If its a cast iron stove, I've always used the 10 year rule of thumb.  Maybe because it was a nice round number, or maybe back in the day VC told me that.  Sooner of course if somethin needs replacing.


----------



## coaly (Feb 17, 2011)

Every year !  I lift the doors off to grease the hinges, and put a dab of grease on the draft cap threads. Consider it rebuilt. I did paint it once since new in 1982.
Too bad Fisher didn't make trucks.


----------



## gnatboy911 (Feb 17, 2011)

Coaly....  +1   nice!


----------



## Wallyworld (Feb 17, 2011)

When ever it needs it. Firebrick, angle iron to hold the bricks in, replace the baffle, done it all. Torches and a welder are pretty handy


----------



## bucketboy (Feb 18, 2011)

i done it 2 years ago , all new bricks and pressure washed the doors and replaced the baffle. i got a surprise when i bought the bricks (9 dollars each can) but i should have at laest 10 years on the new bricks.


----------



## fbelec (Feb 18, 2011)

the one thing i can add about doing it sooner than later is it comes apart a lot easier. bolts, nuts and the like.


----------



## Fsappo (Feb 18, 2011)

fbelec said:
			
		

> the one thing i can add about doing it sooner than later is it comes apart a lot easier. bolts, nuts and the like.
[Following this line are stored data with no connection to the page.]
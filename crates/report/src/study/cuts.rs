//! The cut adviser in words.

use record::study::{ClassGain, CutAdvice, RivalCuts};

use super::{Section, Table, and, value};
use crate::number::{count, percent, short};

pub(super) fn sections(advice: &CutAdvice) -> Vec<Section> {
    advice.rivals.iter().map(of_rival).collect()
}

fn of_rival(rival: &RivalCuts) -> Section {
    let head = ["class", "bound", "gained", "cuts", "kept", "density", "work", "rather"];
    let mut table = Table::new(&head, &[0, 7]);
    table.rows = rival.classes.iter().map(row).collect();
    let mut notes: Vec<String> = rival.classes.iter().filter(|one| gains(one)).map(how).collect();
    if !rival.idle.is_empty() && !rival.classes.is_empty() {
        notes.push(format!("Nothing is found by {}.", and(&rival.idle)));
    }
    Section {
        faults: Vec::new(),
        figure: None,
        heading: format!("General cuts for {}: {}", rival.rival, rival.title),
        verdict: vec![verdict(rival)],
        table: (!rival.classes.is_empty()).then_some(table),
        notes,
    }
}

fn gains(class: &ClassGain) -> bool {
    class.gained.is_some_and(|gained| gained > 0.0)
}

/// How the cuts of a class are found, and when they are best written.
fn how(class: &ClassGain) -> String {
    let when = if class.up_front { "up front" } else { "on demand" };
    format!("{}, {when} ({}): {}.", class.class, class.why, class.separation)
}

fn row(class: &ClassGain) -> Vec<String> {
    vec![
        class.class.clone(),
        value(class.bound),
        value(class.gained),
        count(u64::from(class.added)),
        count(u64::from(class.kept)),
        class.density.map_or_else(|| "–".to_owned(), percent),
        count(class.work),
        (if class.up_front { "up front" } else { "on demand" }).to_owned(),
    ]
}

fn verdict(rival: &RivalCuts) -> String {
    let (Some(bound), Some(all)) = (rival.bound, rival.with_all) else {
        return "Its relaxation has no bound to lift.".to_owned();
    };
    let names: Vec<String> = rival.chosen.iter().map(|(name, _)| name.clone()).collect();
    match rival.chosen.last() {
        None => format!("No class lifts its bound of {}.", short(bound)),
        Some((_, reached)) => format!(
            "{} the bound from {} to {}; all classes together to {}{}.",
            match names.as_slice() {
                [one] => format!("The class {one} lifts"),
                several => format!("The classes {} lift", and(several)),
            },
            short(bound),
            short(*reached),
            short(all),
            if (all - bound).abs() < (reached - bound).abs() - 1e-9 {
                ", which is less: more cuts at once are not always better ones"
            } else {
                ""
            }
        ),
    }
}
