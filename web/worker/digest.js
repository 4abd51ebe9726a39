"use strict";
// Runs the engine of a built page under Node and prints the digest of each rival's log:
//   node digest.js PAGE.html SCENARIO.toml RIVALS TICKS_A_SLICE
const { readFileSync } = require("node:fs");
const { join } = require("node:path");
const vm = require("node:vm");

const [page, scenario, rivals, slice] = process.argv.slice(2);
const found = readFileSync(page, "utf8").match(
  /id="pack" data-lengths="([^"]*)" data-streams="([^"]*)">([^<]*)</,
);
if (found === null) throw new Error(`${page} holds no packed modules`);
const [lengths, streams] = found.slice(1, 3).map((text) => text.split(",").map(Number));

vm.runInThisContext(readFileSync(join(__dirname, "../unpack.js"), "utf8"));
const unpacked = unpackLzma(new Uint8Array(Buffer.from(found[3], "base64")));
const [, engine, script] = joinStreams(unpacked, streams, lengths);

vm.runInThisContext(Buffer.from(script).toString("utf8"));
globalThis.hullwardModule = new WebAssembly.Module(engine);
globalThis.hullwardScenario = readFileSync(scenario, "utf8");
vm.runInThisContext("wasm_bindgen.initSync({ module: hullwardModule })");
for (let rival = 0; rival < Number(rivals); rival += 1) {
  console.log(vm.runInThisContext(`wasm_bindgen.digest(hullwardScenario, ${rival}, ${slice})`));
}
process.exit(0); // the worker's message channel would keep Node waiting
Excuse me, I am Frank.  Please legally change your first name.


----------



## tfdchief (Feb 18, 2011)

I guess it depends on the stove and how hard it has been used. 

I have burned my Buck 26000 as an insert, mostly 24/7 since 1982. The only thing I have done is replace the door gasket and oiled the fan motor. Unless you count direct connecting it to a S/S liner a few years ago. It is still looks pretty much like the day I put it in....no metal degredation, warping, or worn out or broken parts. The Buck was a solidly built steel stove with excellent heat exchange and convection that is thermostatically controlled with 3 fan speeds at 3 progressively higher temperatures.  It is UL listed anad rated for burning coal with the coal grate and fire brick installed. My biggest complaint is the fan motor in the rear.....there is only one way to work on it or oil it....pulll the beast out of the fireplace :-S


----------



## fbelec (Feb 21, 2011)

Franks said:
			
		

> fbelec said:
> 
> 
> 
> ...



i like your name


----------



## begreen (Feb 21, 2011)

ssbn642blue said:
			
		

> For the Guys/Gals that have a pre-EPA stove,  how often do you rebuild it???  I mean take it apart and totally rebuild it.



There are a lot of variables involved that would affect the frequency of rebuilding. The most obvious is hours of use. Other factors might be the type of wood burned (green or dry), average operating temperature, ambient moisture (including over the summer), and frequency of routine maintenance. Also, it depends on the stove design. Simple steel stoves may only need firebrick and baffle replacement. A simple stove like our 602 got it's first rebuild around the 20 yr mark, though it could have used it a few years earlier. A more complex stove may need it more frequently. And some refractory dependent stoves like the early Resolute Acclaims needed it every few years.


----------



## gzecc (Feb 21, 2011)

tfdchief said:
			
		

> I guess it depends on the stove and how hard it has been used.
> 
> I have burned my Buck 26000 as an insert, mostly 24/7 since 1982. The only thing I have done is replace the door gasket and oiled the fan motor. Unless you count direct connecting it to a S/S liner a few years ago. It is still looks pretty much like the day I put it in....no metal degredation, warping, or worn out or broken parts. The Buck was a solidly built steel stove with excellent heat exchange and convection that is thermostatically controlled with 3 fan speeds at 3 progressively higher temperatures.  It is UL listed anad rated for burning coal with the coal grate and fire brick installed. My biggest complaint is the fan motor in the rear.....there is only one way to work on it or oil it....pulll the beast out of the fireplace :-S


I just swapped my motor on my 28000. Works nice now. But what a pita.


----------